# IUID in Copenhagen and the right timing



## rachiebabe (Mar 10, 2011)

hello ladies. 

i am new to this site and have the posts and information so supportive and helpful.
my DP and myself (same sex)had our first IUID on 21st March 11 at MFS. 
yesterday i got my AF and was absolutely devastated. i had all symptoms like cramps, bleeding gums, pink spotting and a general feeling of being pregnant. it was the worst 2 weeks ever though as i got really bad thrush then last wed i ended up at the doctors screaming in pain - turns out i had a bartholin cyst the size of a hens egg and am now on antibiotics so the thrush is back   i think the stress of the past few weeks brought this on. we both convinced ourselves we were pregnant with all this mad stuff happening but sadly it was not meant to be.

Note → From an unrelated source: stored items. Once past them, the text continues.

// event decodes one event. Its errors are named after its id
// (event "fair-week": ...) when it has a well-formed id not used before,
// else after its place in the list (events[2]...).
func (d *decoder) event(n *yaml.Node, i int) *Event {
	e := &Event{Probability: 1, path: index("events", i), Pos: d.position(deref(n))}
	if id := scalarAt(n, "id"); id != nil && idPattern.MatchString(id.Value) {
		if line, dup := d.seenID[id.Value]; dup {
			d.fail(d.position(id), join(e.path, "id"), ErrDuplicate, "event id %q already used on line %d", id.Value, line)
		} else {
			d.seenID[id.Value] = id.Line
			e.path = fmt.Sprintf("event %q: ", id.Value)
		}
	}
	m := d.mapping(n, e.path, eventKeys)
	if m == nil {
		return nil
	}
	m.require("id", "kind", "start")
	m.str("id", &e.ID)
	var kind string
	if m.enum("kind", "kind", kindValues, &kind) {
		e.Kind = Step
		if kind == "pulse" {
			e.Kind = Pulse
		}
	}
	m.when("start", &e.Start)
	e.HasEnd = m.when("end", &e.End)
	m.integer("periods", &e.Periods)
	if ef := m.sub("effect", effectKeys); ef != nil {
		d.effect(ef, &e.Effect)
	}
	if r := m.sub("ramp", rampKeys); r != nil {
		hasP := r.integer("periods", &e.Ramp.Periods)
		var shape string
		if r.enum("shape", "ramp shape", shapeValues, &shape) {
			e.Ramp.Shape = Shape(indexOf(shapeValues, shape))
		} else if hasP {
			e.Ramp.Shape = Linear
		}
	}
	m.num("probability", &e.Probability)
	if r := m.sub("range", rangeKeys); r != nil {
		r.require("low", "high")
		var rg Range
		okLow := r.num("low", &rg.Low)
		okHigh := r.num("high", &rg.High)
		if okLow && okHigh {
			e.Range = &rg
		}
	}
	if p := m.sub("payback", paybackKeys); p != nil {
		p.require("share")
		pb := Payback{Periods: 1}
		p.integer("periods", &pb.Periods)
		if p.num("share", &pb.Share) {
			e.Payback = &pb
		}
	}
	if items, ok := m.list("past"); ok {
		for j, n := range items {
			if w, ok := d.when(n, index(m.field("past"), j)); ok {
				e.Past = append(e.Past, w)
			} else {
				// Later checks go by index: skip them.
				delete(d.pos, m.field("past"))
			}
		}
	}
	if items, ok := m.list("scope"); ok {
		d.scope(items, m, e)
	}
	m.str("note", &e.Note)
	m.str("owner", &e.Owner)
	return e
}

func indexOf(list []string, s string) int {
	for i, x := range list {
		if x == s {
			return i
		}
	}
	return -1
}

// scenario decodes one scenario; its event ids are linked later.
func (d *decoder) scenario(n *yaml.Node, i int, f *File) {
	path := index("scenarios", i)
	if name := scalarAt(n, "name"); name != nil && idPattern.MatchString(name.Value) {
		if line, dup := d.seenCase[name.Value]; dup {
			d.fail(d.position(name), join(path, "name"), ErrDuplicate, "scenario name %q already used on line %d", name.Value, line)
		} else {
			d.seenCase[name.Value] = name.Line
			path = fmt.Sprintf("scenario %q: ", name.Value)
		}
	}
	m := d.mapping(n, path, scenarioKeys)
	if m == nil {
		return
	}
	c := Case{Pos: d.position(m.node)}
	m.require("name", "events")
	m.str("name", &c.Name)
	refs := caseRefs{c: len(f.Scenarios), prefix: path, path: m.field("events")}
	if items, ok := m.list("events"); ok {
		for j, n := range items {
			if s := d.scalar(n, index(refs.path, j), "an event id"); s != nil {
				refs.ids = append(refs.ids, s.Value)
				refs.pos = append(refs.pos, d.position(s))
			}
		}
	}
	d.refs = append(d.refs, refs)
	f.Scenarios = append(f.Scenarios, c)
}

// capacity decodes the capacity block.
func (d *decoder) capacity(m *mapping) *Capacity {
	c := &Capacity{Pos: d.position(m.node)}
	m.require("units")
	m.num("units", &c.Units)
	if items, ok := m.list("changes"); ok {
		for j, n := range items {
			cm := d.mapping(n, index(m.field("changes"), j), changeKeys)
			if cm == nil {
				delete(d.pos, m.field("changes"))
				continue
			}
			cm.require("from", "units")
			ch := CapacityChange{Pos: d.position(cm.node)}
			okFrom := cm.when("from", &ch.From)
			okUnits := cm.num("units", &ch.Units)
			if okFrom && okUnits {
				c.Changes = append(c.Changes, ch)
			} else {
				// Later checks go by index: skip them.
				delete(d.pos, m.field("changes"))
			}
		}
	}
	return c
}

because we are same sex couple our PCT won't fund the treatment for us so we paid to go privately which cost well over £1600!! we are not the most affluent people and most of the payment went on the credit card  which we will be paying off for a good old while. 

i have been doing some research and have found a lot of stuff on CFC. the cost of this is so so much cheaper so i have looked into flights and think i will do it in a day. i have emailed them and am just waiting for a response.  I just wanted to know if anyone has been there before and can tell me what it is like. i will be doing treatment naturally as my doctors have deemed nothing wrong with me fertility wise. When i went this time i went the day after i got my CB smiley face. i did test in the morning and i got no smiley, but then tested around 2pm and got it. was i too early on this? (some sites to say check first thing and others say wait till lunch?!)should i have waited until the Tuesday?  i am absolutely gutted because of the cost involved and am blaming myself for being impatient and going in on the Monday - which i was advised to by the clinic . any advice on Copenhagen would be really appreciated and what dates should i go - day with smiley face, day after or day after that? i am so so confused and really need to try and get it right this time. thanks in advance xxxxxxxx


----------



## some1 (May 13, 2006)

Rachiebabe - so sorry to read of your bfn and the awful time you have been having  . I think your timing for IUI was right, day after a positive ovulation test is great, so try not to drive yourself mad wondering about the timing - it is much better for the sperm to be waiting for the egg than the other way around.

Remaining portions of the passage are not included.